The blue circles have common equation
$$f(x,y):=x^2+y^2-2ax+1=0\tag{a}$$
where $(a,0)$ is the ordinate of their center (see Remark 3 below for an indication of proof).
The red circles have the characteristic property to pass through fixed points $A(1,0)$ and $B(-1,0)$. It is easy to show (exercice!) that their common equation is:
$$g(x,y):=x^2+y^2-2by-1=0\tag{b}$$
where $(0,b)$ is the ordinate of their center.
Let us show that any red circle is orthogonal to any blue circle. Let us add relationships (a) and (b), and multiply the result by 2:
$$4(x^2+y^2-ax-by)=0\tag{c}$$
(c) can be written:
$$2(x-a).2x+2y.2(y-b)=0$$
$$\Leftrightarrow \  \ \ \binom{2(x-a)}{2y}.\binom{2x}{2(y-a)}=0$$
$$\Leftrightarrow \  \ \binom{\partial f/\partial x}{\partial f/\partial y} \ \perp \ \binom{\partial g/\partial x}{\partial g/\partial y}\tag{d}$$
The gradients of $f$ and $g$ are orthogonal at intersection point $(x,y)$, therefore giving the orthogonality of the corresponding circles.

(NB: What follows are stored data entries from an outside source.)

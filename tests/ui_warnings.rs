//! The plan's warnings reach the diver wherever a value is entered or read: the keypad
//! while typing, the diver's card, the Turns page, the team card and `turnsheet plan`,
//! all from the core's one list (`TeamPlan::warnings`). Also the locker editor's name
//! warning and the picker's preset ratings. Through the real toolkit
//! (i-slint-backend-testing), as in tests/ui_app.rs.

mod ui_common;

use i_slint_backend_testing::{ElementHandle, ElementQuery};
use slint::ComponentHandle;
use turnsheet::app::App;
use turnsheet::formats::team_file::TeamFile;
use turnsheet::plan::plan_team;

fn init() {
    i_slint_backend_testing::init_no_event_loop();
}

/// The window tall enough that nothing is scrolled out of the queries' reach.
fn open(dir: &std::path::Path) -> App {
    let app = App::new(dir).unwrap();
    app.window
        .window()
        .set_size(slint::LogicalSize::new(412.0, 4000.0));
    press(&app, "acknowledge cautions");
    app
}

/// The accessible values of the elements labelled `label` (each element once).
fn values(app: &App, label: &str) -> Vec<String> {
    let mut out: Vec<String> = ElementQuery::from_root(&app.window)
        .match_descendants()
        .match_predicate({
            let label = label.to_string();
            move |e| {
                e.accessible_label()
                    .is_some_and(|l| l.replace('\u{a0}', " ") == label)
            }
        })
        .find_all()
        .into_iter()
        .map(|e| {
            e.accessible_value()
                .unwrap_or_default()
                .replace('\u{a0}', " ")
        })
        .collect();
    out.dedup();
    out
}

fn value(app: &App, label: &str) -> String {
    let v = values(app, label);
    assert_eq!(v.len(), 1, "{label:?}: {v:?}");
    v[0].clone()
}

/// The keypad's warning about a usable value: the description of its message line.
fn entry_warning(app: &App) -> String {
    let all: Vec<_> = ElementHandle::find_by_accessible_label(&app.window, "entry problem")
        .filter_map(|e| e.accessible_description())
        .map(|d| d.replace('\u{a0}', " "))
        .collect();
    assert!(!all.is_empty(), "no keypad message line");
    all[0].clone()
}

/// Press the first element labelled `label` (a label a list may hold twice).
fn press(app: &App, label: &str) {
    ui_common::all(app, label)
        .into_iter()
        .next()
        .unwrap_or_else(|| panic!("no element labelled {label:?}"))
        .invoke_accessible_default_action();
}

fn type_keys(app: &App, keys: &str) {
    for c in keys.chars() {
        press(app, &c.to_string());
    }
}

/// The words of every `<text>` of an SVG, joined by spaces, entities undone.
fn svg_words(svg: &str) -> String {
    let mut words = Vec::new();
    for part in svg.split("<text").skip(1) {
        let body = part.split_once('>').map_or("", |(_, b)| b);
        let body = body.split("</text>").next().unwrap_or("");
        words.push(
            body.replace("&lt;", "<")
                .replace("&gt;", ">")
                .replace("&apos;", "'")
                .replace("&quot;", "\"")
                .replace("&amp;", "&"),
        );
    }
    words.join(" ")
}

#[test]
fn an_overfill_is_named_on_the_keypad_the_pages_the_card_and_by_the_cli() {
    init();
    let dir = tempfile::tempdir().unwrap();
    let app = open(dir.path());
    // Ines dives a twin 12 L 232 bar set (the demo). 300 bar is 29 % over its working
    // pressure: an overfill by the core's rule (more than 10 % over, common practice).
    press(&app, "start pressure of Ines");
    type_keys(&app, "300");
    // Ines's warnings from the core, in full or in brief.
    let ines_warnings_as = |words: fn(&turnsheet::plan::Warning) -> String| {
        let s = app.session.borrow();
        let plan = plan_team(s.team.input()).unwrap();
        plan.warnings
            .iter()
            .filter(|w| w.diver() == Some(0))
            .map(words)
            .collect::<Vec<_>>()
    };
    let ines_warnings = || ines_warnings_as(|w| w.detail());
    let expected = ines_warnings();
    assert_eq!(expected.len(), 1, "{expected:?}");
    assert!(expected[0].starts_with("Overfill"), "{expected:?}");
    // While typing: the keypad says it in brief (its message line keeps three lines'
    // room, so no key moves), and still lets the diver enter what the gauge reads.
    let brief = ines_warnings_as(|w| w.brief());
    assert_eq!(entry_warning(&app), brief[0]);
    assert!(brief[0].starts_with("Overfill") && brief[0].contains("232"));
    assert_eq!(value(&app, "entry problem"), "", "a warning, not a refusal");
    press(&app, "done");
    assert!(values(&app, "entry").is_empty(), "Done closed the keypad");
    // The diver's card says it.
    assert_eq!(value(&app, "problem for Ines"), expected.join(" "));
    // Every other start read, so there are turns and a card.
    let readings: Vec<(String, String)> = {
        let s = app.session.borrow();
        let input = s.team.input();
        let read = |i: usize, p| format!("{}", (input.gauge_of(i).value(p) + 1e-6).floor());
        let mut out = Vec::new();
        for (i, d) in input.divers.iter().enumerate() {
            if i > 0 {
                out.push((format!("start pressure of {}", d.name), read(i, d.start)));
            }
            if let Some(st) = &d.stage {
                out.push((format!("stage pressure of {}", d.name), read(i, st.start)));
            }
        }
        out
    };
    for (field, digits) in readings {
        press(&app, &field);
        press(&app, "clear");
        type_keys(&app, &digits);
        press(&app, "done");
    }
    // The Turns page lists the core's warnings, each led by the diver's name.
    press(&app, "show turns");
    let (team, plan) = {
        let s = app.session.borrow();
        (s.team.input().clone(), plan_team(s.team.input()).unwrap())
    };
    let texts = plan.warning_texts();
    assert!(texts.iter().any(|t| t.starts_with("Ines: Overfill")));
    assert_eq!(values(&app, "warning"), texts);
    // The card the app writes carries the same sentences.
    press(&app, "save card");
    let cards: Vec<_> = std::fs::read_dir(dir.path().join("cards"))
        .unwrap()
        .map(|e| e.unwrap().path())
        .collect();
    assert_eq!(cards.len(), 1, "{}", value(&app, "message"));
    let card = svg_words(&std::fs::read_to_string(&cards[0]).unwrap());
    for t in &texts {
        assert!(card.contains(&format!("WARNING: {t}")), "{t} not in {card}");
    }
    // `turnsheet plan` and `turnsheet card` of the same team say the same.
    let file = dir.path().join("team.json");
    std::fs::write(
        &file,
        serde_json::to_string(&TeamFile::from_input(&team)).unwrap(),
    )
    .unwrap();
    let run = |cmd: &str| {
        let out = std::process::Command::new(env!("CARGO_BIN_EXE_turnsheet"))
            .arg(cmd)
            .arg(&file)
            .output()
            .unwrap();
        assert!(
            out.status.success(),
            "{}",
            String::from_utf8_lossy(&out.stderr)
        );
        String::from_utf8(out.stdout).unwrap()
    };
    let cli: Vec<String> = run("plan")
        .lines()
        .filter_map(|l| l.strip_prefix("warning: "))
        .map(str::to_string)
        .collect();
    assert_eq!(cli, texts);
    let cli_card = svg_words(&run("card"));
    for t in &texts {
        assert!(cli_card.contains(&format!("WARNING: {t}")), "{t}");
    }
}

#[test]
fn a_start_within_the_working_pressure_has_no_warning_on_the_keypad() {
    init();
    let dir = tempfile::tempdir().unwrap();
    let app = open(dir.path());
    press(&app, "start pressure of Ines");
    type_keys(&app, "220");
    assert_eq!(entry_warning(&app), "");
    assert_eq!(value(&app, "entry problem"), "");
    // 240 bar is above 232 bar by more than half a 10 bar graduation: said, not refused.
    press(&app, "clear");
    type_keys(&app, "240");
    let w = entry_warning(&app);
    assert!(
        w.to_lowercase()
            .contains("above the working pressure 232 bar"),
        "{w}"
    );
}

#[test]
fn a_locker_name_never_contradicts_its_sizes_without_a_word() {
    init();
    let dir = tempfile::tempdir().unwrap();
    let app = open(dir.path());
    // The picker's generic sizes show what to check on the cylinder: the stamp, or the
    // rating (trade facts, from memory: an aluminium 80 is 77.4 cu ft at 3000 psi).
    press(&app, "cylinders of Ines");
    let al80 = value(&app, "pick Single aluminium 77.4 cu ft 3000 psi");
    assert!(al80.contains("77.4 cu ft at 3000 psi"), "{al80}");
    let twin = value(&app, "pick Twin 12 L 232 bar");
    assert!(twin.contains("12 L at 232 bar"), "{twin}");
    press(&app, "cancel pick");

    // A copied generic size: its name was made from the sizes, so it follows them.
    press(&app, "Locker");
    press(&app, "copy Twin 12 L 232 bar");
    assert_eq!(value(&app, "edit NAME"), "Twin 12 L 232 bar");
    press(&app, "edit WATER CAPACITY PER CYLINDER");
    press(&app, "clear");
    type_keys(&app, "11");
    press(&app, "done");
    assert_eq!(value(&app, "edit NAME"), "Twin 11 L 232 bar");
    assert!(values(&app, "name warning").is_empty());
    press(&app, "Save");
    assert_eq!(value(&app, "locker entry"), "Twin 11 L 232 bar");
    let saved = app.session.borrow().locker.file.entries[0]
        .cylinders
        .clone();
    assert_eq!(saved.water_l, Some(11.0));

    // A name the diver typed stays, with a warning once the sizes change.
    press(&app, "edit Twin 11 L 232 bar");
    press(&app, "edit NAME");
    press(&app, "clear");
    type_keys(&app, "CAVE");
    press(&app, "done");
    assert!(values(&app, "name warning").is_empty());
    press(&app, "fewer cylinders");
    assert_eq!(value(&app, "edit NAME"), "Cave");
    let w = value(&app, "name warning");
    assert!(
        w.contains("Twin 11 L 232 bar") && w.contains("now holds Single 11 L 232 bar"),
        "{w}"
    );
}

#[test]
fn a_fill_far_over_the_working_pressure_is_named_before_it_is_planned_with() {
    init();
    let dir = tempfile::tempdir().unwrap();
    let app = open(dir.path());
    press(&app, "fill check");
    // Ines's set is a twin 12 L 232 bar (the demo). A 300 bar fill cooling to the water.
    assert!(
        values(&app, "fill warning").is_empty(),
        "232 bar by default"
    );
    press(&app, "fill pressure");
    press(&app, "clear");
    type_keys(&app, "300");
    press(&app, "done");
    let predicted = {
        let s = app.session.borrow();
        s.fill.usable_start(s.team.input())
    };
    let w = value(&app, "fill warning");
    assert!(w.starts_with("Overfill"), "{w}");
    // Planned with, the same words come from the plan on the Team page.
    press(&app, "plan with the prediction");
    let s = app.session.borrow();
    assert_eq!(s.team.input().divers[0].start, predicted);
    drop(s);
    press(&app, "back");
    assert_eq!(value(&app, "problem for Ines"), w);
}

*These two families of circles can be obtained in a different, more global, way by using complex functions geometry, under the point of view of  "conformal transformations" (conformal = angle preserving). This is theoretically important, but as well practically useful because it provides an easy way to plot at once the two families of circles by considering a deformation (a "transformation") of a square grid.

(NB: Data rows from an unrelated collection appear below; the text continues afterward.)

//! The app session: every user action, on plain Rust state. The Slint adapters call
//! these methods and then redraw from the state; nothing here touches the toolkit.

use crate::formats::team_file::TeamFile;
use crate::plan::catalogue::{Material, presets};
use crate::plan::error::{InputError, check_range, fmt_num};
use crate::plan::team::{validate_mix, validate_start};
use crate::plan::{Depth, Mix, Rule, Temperature, UnitSystem};
use crate::storage::settings::Settings;
use crate::storage::{LoadReport, Store};

use super::keypad::KeypadBuffer;
use super::locker_controller::LockerController;
use super::nav::{NavController, Screen};
use super::team_controller::{TeamController, step_options};

/// The demo team of an invented scenario, for the first launch.
pub const DEMO_TEAM: &str = include_str!("../../examples/hollowmere-team.json");
const DEMO_STAGE_LABELS: [&str; 3] = ["Aluminium 40", "", "Single 7 L 232 bar"];
const DEMO_LABELS: [&str; 3] = [
    "Twin 12 L 232 bar",
    "Sidemount 2× aluminium 80",
    "Twin 8.5 L 300 bar",
];

/// What the open keypad is entering.
#[derive(Clone, Copy, Debug, PartialEq, Eq)]
pub enum EntryTarget {
    Start(usize),
    StageStart(usize),
    Sac(usize),
    Depth,
    WaterTemp,
    DiverName(usize),
    LockerName,
    LockerNote,
    LockerFirst,
    LockerSecond,
    FillPressure,
    FillTemp,
}

#[derive(Clone, Debug)]
pub struct Entry {
    pub target: EntryTarget,
    pub buffer: KeypadBuffer,
    pub original: String,
    pub title: String,
    pub unit: String,
    /// Why the current text cannot be used; empty when it can.
    pub reason: String,
}

/// The fill-to-water check: a fill pressure and the temperature at the fill station,
/// for one diver's gas.
#[derive(Clone, Copy, Debug, PartialEq)]
pub struct FillCheck {
    pub diver: usize,
    pub pressure: crate::plan::Pressure,
    pub temperature: Temperature,
}

/// An open picker, for a diver's main gas or stage.
#[derive(Clone, Copy, Debug, PartialEq)]
pub enum Picker {
    None,
    Cylinders {
        diver: usize,
        stage: bool,
    },
    /// O2 and He in percent.
    Mix {
        diver: usize,
        stage: bool,
        o2: i32,
        he: i32,
    },
}

pub struct Session {
    pub store: Store,
    pub settings: Settings,
    pub team: TeamController,
    pub locker: LockerController,
    pub nav: NavController,
    pub entry: Option<Entry>,
    pub picker: Picker,
    pub fill: FillCheck,
    /// The wet-notes chart shown: (diver, teammate).
    pub chart: (usize, usize),
    pub status: Vec<String>,
}

fn demo_team(settings: &Settings) -> TeamController {
    let state = crate::storage::team_state::TeamState {
        schema: crate::storage::team_state::TEAM_SCHEMA,
        team: TeamFile::parse(DEMO_TEAM).expect("the bundled demo team is valid"),
        cylinder_labels: DEMO_LABELS.iter().map(|s| s.to_string()).collect(),
        stage_labels: DEMO_STAGE_LABELS.iter().map(|s| s.to_string()).collect(),
    };
    let mut t = TeamController::from_state(&state).expect("the bundled demo team plans");
    let _ = t.set_rule(settings.rule);
    let _ = t.set_units(settings.units);
    let _ = t.set_gauge_step(settings.gauge_step());
    t
}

Fig. 1 : Left: the initial plane of variable $w$ ; right: the "image plane" of variable $z$ with conformal transformation (1) "mapping" ("bending"...) the first set of orthogonal lines onto the second set of orthogonal circles.
The transformation is encapsulated into the following function
$$w \in \mathbb{C} \mapsto z=\dfrac{e^{w}+1}{e^{w}-1} \in \mathbb{C} \tag{1}$$
which is differentiable, therefore transforms a certain set of curves (here straight lines) into another set of curves (here circles) while preserving their ($\pi/2$) angles.
Remarks :

*

*There are other ways to obtain a similar figure, this time with the parent transformation:

$$w \in \mathbb{C} \mapsto z=\tan w \in \mathbb{C} \tag{2}$$
evoking some Earth representation (with meridians orthogonal to parallel lines) or the field lines generated by a magnet...

Fig. 2 : The effect of transformation (2). This figure is plainly Fig. 1 with a $\pi/2$ rotation. This isn't in fact surprizing because replacing $w$ by $iw$ in (1) gives the formula for a (co)tangent (up to a replacement of $w$ by $w/2$ and multiplication by $i$)

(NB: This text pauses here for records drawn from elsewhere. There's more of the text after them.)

#[test]
fn a_spec_can_say_its_pair_is_independent() {
    let chart = |mine: &str| {
        let out = bin()
            .args(["chart", "--mine", mine, "--buddy", "1x18L@232bar"])
            .output()
            .unwrap();
        assert_eq!(out.status.code(), Some(0), "{mine}");
        String::from_utf8(out.stdout).unwrap()
    };
    let twins = chart("2x11.1L@207bar");
    assert!(twins.contains("Me (Twin 11.1 L 207 bar, "), "{twins}");
    // Sidemount: the generic size's name, as the app gives it; the same turns.
    let pair = chart("2x11.1L@207bar:indep");
    assert!(
        pair.contains("Me (Sidemount aluminium 11.1 L 207 bar, "),
        "{pair}"
    );
    let cells = |t: &str| {
        t.lines()
            .skip_while(|l| !l.starts_with("rows:"))
            .collect::<Vec<_>>()
            .join("\n")
    };
    assert_eq!(cells(&twins), cells(&pair));
    let out = bin()
        .args([
            "chart",
            "--mine",
            "1x11.1L@207bar:indep",
            "--buddy",
            "1x18L@232bar",
        ])
        .output()
        .unwrap();
    assert_eq!(out.status.code(), Some(2));
    assert!(String::from_utf8_lossy(&out.stderr).contains("only a pair"));
}

#[test]
fn free_gas_and_water_temperature_are_shown_as_everywhere_else() {
    // 11.1 L of air at 207 bar: about 2196 L free gas. Shown cu ft round down (gas on
    // hand): 1 cu ft = 28.316846592 L exactly (NIST SP 811, appendix B).
    let out = bin()
        .args(["gas", "--litres", "11.1", "--pressure", "207"])
        .output()
        .unwrap();
    let text = String::from_utf8(out.stdout).unwrap();
    let v: serde_json::Value = serde_json::from_slice(
        &bin()
            .args(["gas", "--litres", "11.1", "--pressure", "207", "--json"])
            .output()
            .unwrap()
            .stdout,
    )
    .unwrap();
    let litres = v["content_l"].as_f64().unwrap();
    let cuft = (litres / 28.316846592 * 10.0).floor() / 10.0;
    let real = text.lines().find(|l| l.contains("real gas")).unwrap();
    assert!(
        real.contains(&format!("{} L free gas ({cuft:.1} cu ft)", litres.floor())),
        "{real} ({litres} L)"
    );
    let hand: f64 = 11.1 * 207.0 / 28.316846592;
    let hand_line = text.lines().find(|l| l.contains("tank factor")).unwrap();
    assert!(
        hand_line.contains(&format!("({:.1} cu ft)", (hand * 10.0).floor() / 10.0)),
        "{hand_line}"
    );
    // Half a degree: the plan's table, its charts and the card round it alike.
    let mut team = demo();
    team["water_temp"] = 14.5.into();
    let dir = tempfile::tempdir().unwrap();
    let path = dir.path().join("team.json");
    std::fs::write(&path, team.to_string()).unwrap();
    let said = |args: &[&str]| {
        let out = bin().args(args).arg(&path).output().unwrap();
        String::from_utf8(out.stdout).unwrap()
    };
    assert!(said(&["plan"]).contains("water 15 °C"));
    assert!(said(&["chart"]).contains("water 15 °C"));
    assert!(said(&["card", "--date", "today"]).contains("water 15 °C"));
}

#[test]
fn unreadable_and_malformed_files_exit_2() {
    let out = bin()
        .args(["plan", "/nonexistent/team.json"])
        .output()
        .unwrap();
    assert_eq!(out.status.code(), Some(2));
    assert!(String::from_utf8_lossy(&out.stderr).contains("cannot read team file"));
    let dir = tempfile::tempdir().unwrap();
    let p = dir.path().join("bad.json");
    std::fs::write(&p, "{\"units\": \"metric\", ").unwrap();
    let out = bin().arg("plan").arg(&p).output().unwrap();
    assert_eq!(out.status.code(), Some(2));
    assert!(String::from_utf8_lossy(&out.stderr).contains("team file"));
}

/// `turnsheet gas --litres L --pressure 232 --json`, parsed.
fn gas_232(litres: &str) -> serde_json::Value {
    let out = bin()
        .args(["gas", "--litres", litres, "--pressure", "232", "--json"])
        .output()
        .unwrap();
    assert_eq!(out.status.code(), Some(0));
    serde_json::from_slice(&out.stdout).unwrap()
}

#[test]
fn gas_command_reports_both_models_and_cooling() {
    // CoolProp 8.0.0 (HEOS reference equation, tests/reference/gas_content.csv): air at
    // 232 bar, 20 °C holds 218.03 L per litre.
    let v = gas_232("1");
    let real = v["content_l"].as_f64().unwrap();
    assert!((real - 218.0).abs() < 1.0, "{real}");
    // Pencil arithmetic (common practice): 1 L × 232 bar = 232 L.
    assert_eq!(v["content_hand_l"].as_f64().unwrap(), 232.0);
    assert!(v["pressure_after"].is_null());
    // Same reference: 232 bar at 35 °C cooled to 12 °C → 207.2 bar.
    let out = bin()
        .args([
            "gas",
            "--litres",
            "12",
            "--pressure",
            "232",
            "--temp",
            "35",
            "--to-temp",
            "12",
            "--json",
        ])
        .output()
        .unwrap();
    let v: serde_json::Value = serde_json::from_slice(&out.stdout).unwrap();
    assert!((v["pressure_after"].as_f64().unwrap() - 207.16).abs() < 0.5);
    let out = bin()
        .args(["gas", "--litres", "12", "--pressure", "0"])
        .output()
        .unwrap();
    assert_eq!(out.status.code(), Some(2));
    assert!(String::from_utf8_lossy(&out.stderr).contains("--pressure"));
    let out = bin()
        .args([
            "gas",
            "--litres",
            "12",
            "--pressure",
            "200",
            "--o2",
            "30",
            "--he",
            "80",
        ])
        .output()
        .unwrap();
    assert_eq!(out.status.code(), Some(2));
    assert!(String::from_utf8_lossy(&out.stderr).contains("--he"));
}

#[test]
fn help_explains_the_commands() {
    let out = bin().arg("--help").output().unwrap();
    assert_eq!(out.status.code(), Some(0));
    let text = String::from_utf8(out.stdout).unwrap();
    assert!(text.contains("plan") && text.contains("gas"), "{text}");
}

*See example 6 of this document which explains how (a) can be derived from (b) by solving a certain differential equation.


*Transformation (1) can be written :
$$x+iy \ \mapsto \ z=\dfrac{re^{iy}+1}{re^{iy}-1} \ \ \text{with} \ \ r:=e^{x}$$
where we recognize in $re^{iy}$ the polar representation of a complex number. In this way, we see that the underlying basic transformation is :
$$w  \ \mapsto \ z=\dfrac{w+1}{w-1}$$


*The family of blue circles can be understood in the following way (Apollonius' approach). Any of them can be defined as the set of points $M$ such that the ratio $\dfrac{MA}{MB}$ is constant for a given circle. This is connected to the previous remark, because $\dfrac{MA}{MB}=\left|\dfrac{w+1}{w-1}\right|$ (see the reference I gave at the beginning).


*Constant coefficients $1$ or $-1$ in equations (a) and (b) are called the power of the origin with respect to each family of circles. It is an efficient tool when working on circles.


*See also Fig. 2 there.
Here is the Matlab program that has generated Fig. 1 :

   f=@(x,y)((exp(x+i*y)+1)./(exp(x+i*y)-1));%expression (1)
   x=-2:0.01:2;y=-pi:pi/100:pi;%range of x and y values
   subplot(1,2,1);hold on;% left fig. 
   for k=-3:0.21:3.;plot(x+i*k,'r');end;%red lines
   for k=-2:0.51:2.;plot(k+i*y,'b');end;%blue lines
   subplot(1,2,2);hold on;axis equal;% right fig. 
   axis([-2,2,-2,2]);
   for k=-3:0.2:3;plot(f(x,k),'r');end;%red circles
   for k=-2:0.5:2.1;plot(f(k,y),'b');end;%blue circles
   plot([-2,2],[0,0],'k');%hor. axis
   plot([0,0],[-2,2],'k');%vert. axis